### Data extracted from a collection
════════════════════

def _read_policy(table: _Table) -> tuple[Policy, list[Problem]]:
    problems: list[Problem] = []
    names = {_norm(str(h)): c for c, h in table.headers.items()}
    if "value" not in names:
        problems.append(Problem(table.sheet, str(table.header_row), "", "no 'value' column next to 'setting'; "
                                                                        "policy sheet ignored"))
        return Policy(), problems
    c_set, c_val = names["setting"], names["value"]
    defaults = Policy().as_dict()
    values: dict[str, Any] = {}
    seen: dict[str, str] = {}
    for r, vals, fmts in table.rows:
        s, v = vals.get(c_set), vals.get(c_val)
        cell_s, cell_v = f"{_col_letter(c_set)}{r}", f"{_col_letter(c_val)}{r}"
        if (r, c_val) in table.uncomputed or (r, c_set) in table.uncomputed:
            problems.append(Problem(table.sheet, cell_v, "value", "formula without a computed value; open the "
                                                                  "workbook in a spreadsheet program, save it once"))
            continue
        if s is None:
            if v is not None:
                problems.append(Problem(table.sheet, cell_s, "setting", "value without a setting name", "warning"))
            continue
        key = _norm(str(s))
        if key not in defaults:
            near = difflib.get_close_matches(key, list(defaults), n=1, cutoff=0.7)
            hint = f"; did you mean {near[0]}?" if near else ""
            problems.append(Problem(table.sheet, cell_s, "setting", f"unknown setting {_text(s)!r} ignored{hint}",
                                    "warning"))
            continue
        if key in seen:
            problems.append(Problem(table.sheet, cell_s, key, f"setting given twice (first in {seen[key]}); "
                                                               f"this one ignored"))
            continue
        seen[key] = cell_s
        if v is None:
            d = defaults[key]
            problems.append(Problem(table.sheet, cell_v, key, "blank value; the default "
                                    f"{d if isinstance(d, str) else format(d, 'g')} applies", "warning"))
            continue
        if isinstance(defaults[key], str):              # words, column names, patterns (ranges.POLICY_TEXT_RULES)
            why = POLICY_TEXT_RULES[key].problem(str(v))
            if why:
                problems.append(Problem(table.sheet, cell_v, key, f"must be {why}"))
                continue
            values[key] = str(v).strip()
            continue
        rng = POLICY_RANGES[key]
        need, ok = f"{rng.describe()} (the range accepted)", rng.accepts
        try:
            x = _to_number(v, fmts.get(c_val), key, need)
        except _Bad as exc:
            problems.append(Problem(table.sheet, cell_v, key, str(exc)))
            continue
        if not ok(x):
            problems.append(Problem(table.sheet, cell_v, key, f"must be {need}, got {x:g}"))
            continue
        values[key] = int(x) if isinstance(defaults[key], int) else x
    return Policy().with_values(values), problems


# --------------------------------------------------------------------------------------
# Public entry point
# --------------------------------------------------------------------------------------


def read_inventory(path: str | Path, jobs: int = 1) -> Inventory:
    """Read an inventory workbook (.xlsx) or CSV file and validate every row.

    Parameters
    ----------
    path : str or Path
        The workbook (sheet ``loops``, optional sheet ``policy``) or a CSV of the loops.
    jobs : int
        Processes for the rows' checks (``run --jobs``): with more than one and at least
        ``2 * MIN_ROWS_PER_JOB`` rows, forked workers check a share of the rows each while this
        process checks the first share; the same rows and messages in every case. [-]

    Returns
    -------
    Inventory
        Every non-blank row as a :class:`LoopRow` in project units (invalid rows included,
        with their errors), the policy in force and the file-level problems.

    Raises
    ------
    InventoryError
        When the file itself cannot be read (missing, not a workbook, legacy or binary format,
        password-protected, no ``loops`` sheet, no ``tag`` header). The message is one line.
    """
    was = gc.isenabled()
    gc.disable()       # see _read_inventory
    try:
        return _read_inventory(Path(path), path, jobs)
    finally:
        if was:
            gc.enable()


def _read_inventory(p: Path, path: str | Path, jobs: int = 1) -> Inventory:
    """:func:`read_inventory` with Python's cycle collector held off by the caller: reading creates
    several objects per cell (XML elements, values, problems) and none in a reference cycle; with the
    collector on, its full passes over the growing set of rows read cost a third of the reading at
    10,000 loops (they grow with the rows, so the reading grew faster than the rows)."""
    if not p.exists():
        raise InventoryError(f"{p}: file not found")
    if p.is_dir():
        raise InventoryError(f"{p} is a folder; give the inventory workbook (.xlsx) or CSV file")
    try:
        data = read_regular(p, MAX_INVENTORY_BYTES, "inventory")
    except NotARegularFile as exc:
        raise InventoryError(str(exc)) from None
    except FileNotFoundError:
        raise InventoryError(f"{p}: file not found") from None
    except OSError as exc:
        raise InventoryError(f"{p}: cannot be read ({exc.strerror or exc})") from None
    if not data:
        raise InventoryError(f"{p.name} is empty")
    sha = hashlib.sha256(data).hexdigest()
    base_dir = p.resolve().parent
    policy = Policy()
    policy_problems: list[Problem] = []
    ctable = None
    is_csv = p.suffix.lower() in (".csv", ".txt") and not data.startswith((b"PK", _OLE))
    if is_csv:
        table = _read_csv_table(p, data)
        sheets: tuple[str, ...] = ()
    else:
        wb = _open_workbook(p, data)
        try:
            sheets = tuple(wb.sheetnames)
            loops = _find_sheet(list(sheets), "loops")
            if loops is None:
                raise InventoryError(f"{p.name} has no 'loops' sheet; sheets found: {', '.join(sheets) or 'none'}")
            table = _damaged_guard(p, loops, lambda: _read_xlsx_table(
                wb, loops, "tag", "the header row must name the columns, one of them 'tag'"))
            pol = _find_sheet(list(sheets), "policy")
            if pol is not None:
                try:
                    ptable = _damaged_guard(p, pol, lambda: _read_xlsx_table(wb, pol, "setting", ""))
                    policy, policy_problems = _read_policy(ptable)
                except DamagedSheet:
                    raise
                except InventoryError:
                    policy_problems = [Problem(pol, "A1", "", "no 'setting' header in the first 20 rows; "
                                                              "policy sheet ignored, defaults apply")]
            ctable = _couplings_table(wb, sheets)
        finally:
            wb.close()
    rows, header_problems, extra_columns, models = _rows_from_table(table, base_dir, jobs)
    if not rows:
        where = f"sheet '{table.sheet}' of {p.name}" if sheets else p.name
        raise InventoryError(f"{where}: no loops below the header row (row {table.header_row}); nothing to audit")
    letters: dict[str, str] = {}
    for col, h in sorted(table.headers.items()):
        name = canonical_header(h)
        if name and name not in letters:
            letters[name] = _col_letter(col)
    couplings = None
    if isinstance(ctable, Problem):
        policy_problems.append(ctable)
    elif ctable is not None:
        from .multiloop.couplings import read_couplings
        couplings = read_couplings(ctable, rows)
        policy_problems.extend(couplings.problems)
    return Inventory(path=str(path), name=p.name, sha256=sha, rows=tuple(rows), policy=policy,
                     problems=tuple(header_problems) + tuple(policy_problems), blank_rows=table.blank_rows,
                     sheets=sheets, extra_columns=extra_columns, column_letters=letters, couplings=couplings,
                     models=models)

════════════════════

Once the records are read, print each of them exactly as written.

def _read_policy(table: _Table) -> tuple[Policy, list[Problem]]:
    problems: list[Problem] = []
    names = {_norm(str(h)): c for c, h in table.headers.items()}
    if "value" not in names:
        problems.append(Problem(table.sheet, str(table.header_row), "", "no 'value' column next to 'setting'; "
                                                                        "policy sheet ignored"))
        return Policy(), problems
    c_set, c_val = names["setting"], names["value"]
    defaults = Policy().as_dict()
    values: dict[str, Any] = {}
    seen: dict[str, str] = {}
    for r, vals, fmts in table.rows:
        s, v = vals.get(c_set), vals.get(c_val)
        cell_s, cell_v = f"{_col_letter(c_set)}{r}", f"{_col_letter(c_val)}{r}"
        if (r, c_val) in table.uncomputed or (r, c_set) in table.uncomputed:
            problems.append(Problem(table.sheet, cell_v, "value", "formula without a computed value; open the "
                                                                  "workbook in a spreadsheet program, save it once"))
            continue
        if s is None:
            if v is not None:
                problems.append(Problem(table.sheet, cell_s, "setting", "value without a setting name", "warning"))
            continue
        key = _norm(str(s))
        if key not in defaults:
            near = difflib.get_close_matches(key, list(defaults), n=1, cutoff=0.7)
            hint = f"; did you mean {near[0]}?" if near else ""
            problems.append(Problem(table.sheet, cell_s, "setting", f"unknown setting {_text(s)!r} ignored{hint}",
                                    "warning"))
            continue
        if key in seen:
            problems.append(Problem(table.sheet, cell_s, key, f"setting given twice (first in {seen[key]}); "
                                                               f"this one ignored"))
            continue
        seen[key] = cell_s
        if v is None:
            d = defaults[key]
            problems.append(Problem(table.sheet, cell_v, key, "blank value; the default "
                                    f"{d if isinstance(d, str) else format(d, 'g')} applies", "warning"))
            continue
        if isinstance(defaults[key], str):              # words, column names, patterns (ranges.POLICY_TEXT_RULES)
            why = POLICY_TEXT_RULES[key].problem(str(v))
            if why:
                problems.append(Problem(table.sheet, cell_v, key, f"must be {why}"))
                continue
            values[key] = str(v).strip()
            continue
        rng = POLICY_RANGES[key]
        need, ok = f"{rng.describe()} (the range accepted)", rng.accepts
        try:
            x = _to_number(v, fmts.get(c_val), key, need)
        except _Bad as exc:
            problems.append(Problem(table.sheet, cell_v, key, str(exc)))
            continue
        if not ok(x):
            problems.append(Problem(table.sheet, cell_v, key, f"must be {need}, got {x:g}"))
            continue
        values[key] = int(x) if isinstance(defaults[key], int) else x
    return Policy().with_values(values), problems


# --------------------------------------------------------------------------------------
# Public entry point
# --------------------------------------------------------------------------------------


def read_inventory(path: str | Path, jobs: int = 1) -> Inventory:
    """Read an inventory workbook (.xlsx) or CSV file and validate every row.

    Parameters
    ----------
    path : str or Path
        The workbook (sheet ``loops``, optional sheet ``policy``) or a CSV of the loops.
    jobs : int
        Processes for the rows' checks (``run --jobs``): with more than one and at least
        ``2 * MIN_ROWS_PER_JOB`` rows, forked workers check a share of the rows each while this
        process checks the first share; the same rows and messages in every case. [-]

    Returns
    -------
    Inventory
        Every non-blank row as a :class:`LoopRow` in project units (invalid rows included,
        with their errors), the policy in force and the file-level problems.

    Raises
    ------
    InventoryError
        When the file itself cannot be read (missing, not a workbook, legacy or binary format,
        password-protected, no ``loops`` sheet, no ``tag`` header). The message is one line.
    """
    was = gc.isenabled()
    gc.disable()       # see _read_inventory
    try:
        return _read_inventory(Path(path), path, jobs)
    finally:
        if was:
            gc.enable()


def _read_inventory(p: Path, path: str | Path, jobs: int = 1) -> Inventory:
    """:func:`read_inventory` with Python's cycle collector held off by the caller: reading creates
    several objects per cell (XML elements, values, problems) and none in a reference cycle; with the
    collector on, its full passes over the growing set of rows read cost a third of the reading at
    10,000 loops (they grow with the rows, so the reading grew faster than the rows)."""
    if not p.exists():
        raise InventoryError(f"{p}: file not found")
    if p.is_dir():
        raise InventoryError(f"{p} is a folder; give the inventory workbook (.xlsx) or CSV file")
    try:
        data = read_regular(p, MAX_INVENTORY_BYTES, "inventory")
    except NotARegularFile as exc:
        raise InventoryError(str(exc)) from None
    except FileNotFoundError:
        raise InventoryError(f"{p}: file not found") from None
    except OSError as exc:
        raise InventoryError(f"{p}: cannot be read ({exc.strerror or exc})") from None
    if not data:
        raise InventoryError(f"{p.name} is empty")
    sha = hashlib.sha256(data).hexdigest()
    base_dir = p.resolve().parent
    policy = Policy()
    policy_problems: list[Problem] = []
    ctable = None
    is_csv = p.suffix.lower() in (".csv", ".txt") and not data.startswith((b"PK", _OLE))
    if is_csv:
        table = _read_csv_table(p, data)
        sheets: tuple[str, ...] = ()
    else:
        wb = _open_workbook(p, data)
        try:
            sheets = tuple(wb.sheetnames)
            loops = _find_sheet(list(sheets), "loops")
            if loops is None:
                raise InventoryError(f"{p.name} has no 'loops' sheet; sheets found: {', '.join(sheets) or 'none'}")
            table = _damaged_guard(p, loops, lambda: _read_xlsx_table(
                wb, loops, "tag", "the header row must name the columns, one of them 'tag'"))
            pol = _find_sheet(list(sheets), "policy")
            if pol is not None:
                try:
                    ptable = _damaged_guard(p, pol, lambda: _read_xlsx_table(wb, pol, "setting", ""))
                    policy, policy_problems = _read_policy(ptable)
                except DamagedSheet:
                    raise
                except InventoryError:
                    policy_problems = [Problem(pol, "A1", "", "no 'setting' header in the first 20 rows; "
                                                              "policy sheet ignored, defaults apply")]
            ctable = _couplings_table(wb, sheets)
        finally:
            wb.close()
    rows, header_problems, extra_columns, models = _rows_from_table(table, base_dir, jobs)
    if not rows:
        where = f"sheet '{table.sheet}' of {p.name}" if sheets else p.name
        raise InventoryError(f"{where}: no loops below the header row (row {table.header_row}); nothing to audit")
    letters: dict[str, str] = {}
    for col, h in sorted(table.headers.items()):
        name = canonical_header(h)
        if name and name not in letters:
            letters[name] = _col_letter(col)
    couplings = None
    if isinstance(ctable, Problem):
        policy_problems.append(ctable)
    elif ctable is not None:
        from .multiloop.couplings import read_couplings
        couplings = read_couplings(ctable, rows)
        policy_problems.extend(couplings.problems)
    return Inventory(path=str(path), name=p.name, sha256=sha, rows=tuple(rows), policy=policy,
                     problems=tuple(header_problems) + tuple(policy_problems), blank_rows=table.blank_rows,
                     sheets=sheets, extra_columns=extra_columns, column_letters=letters, couplings=couplings,
                     models=models)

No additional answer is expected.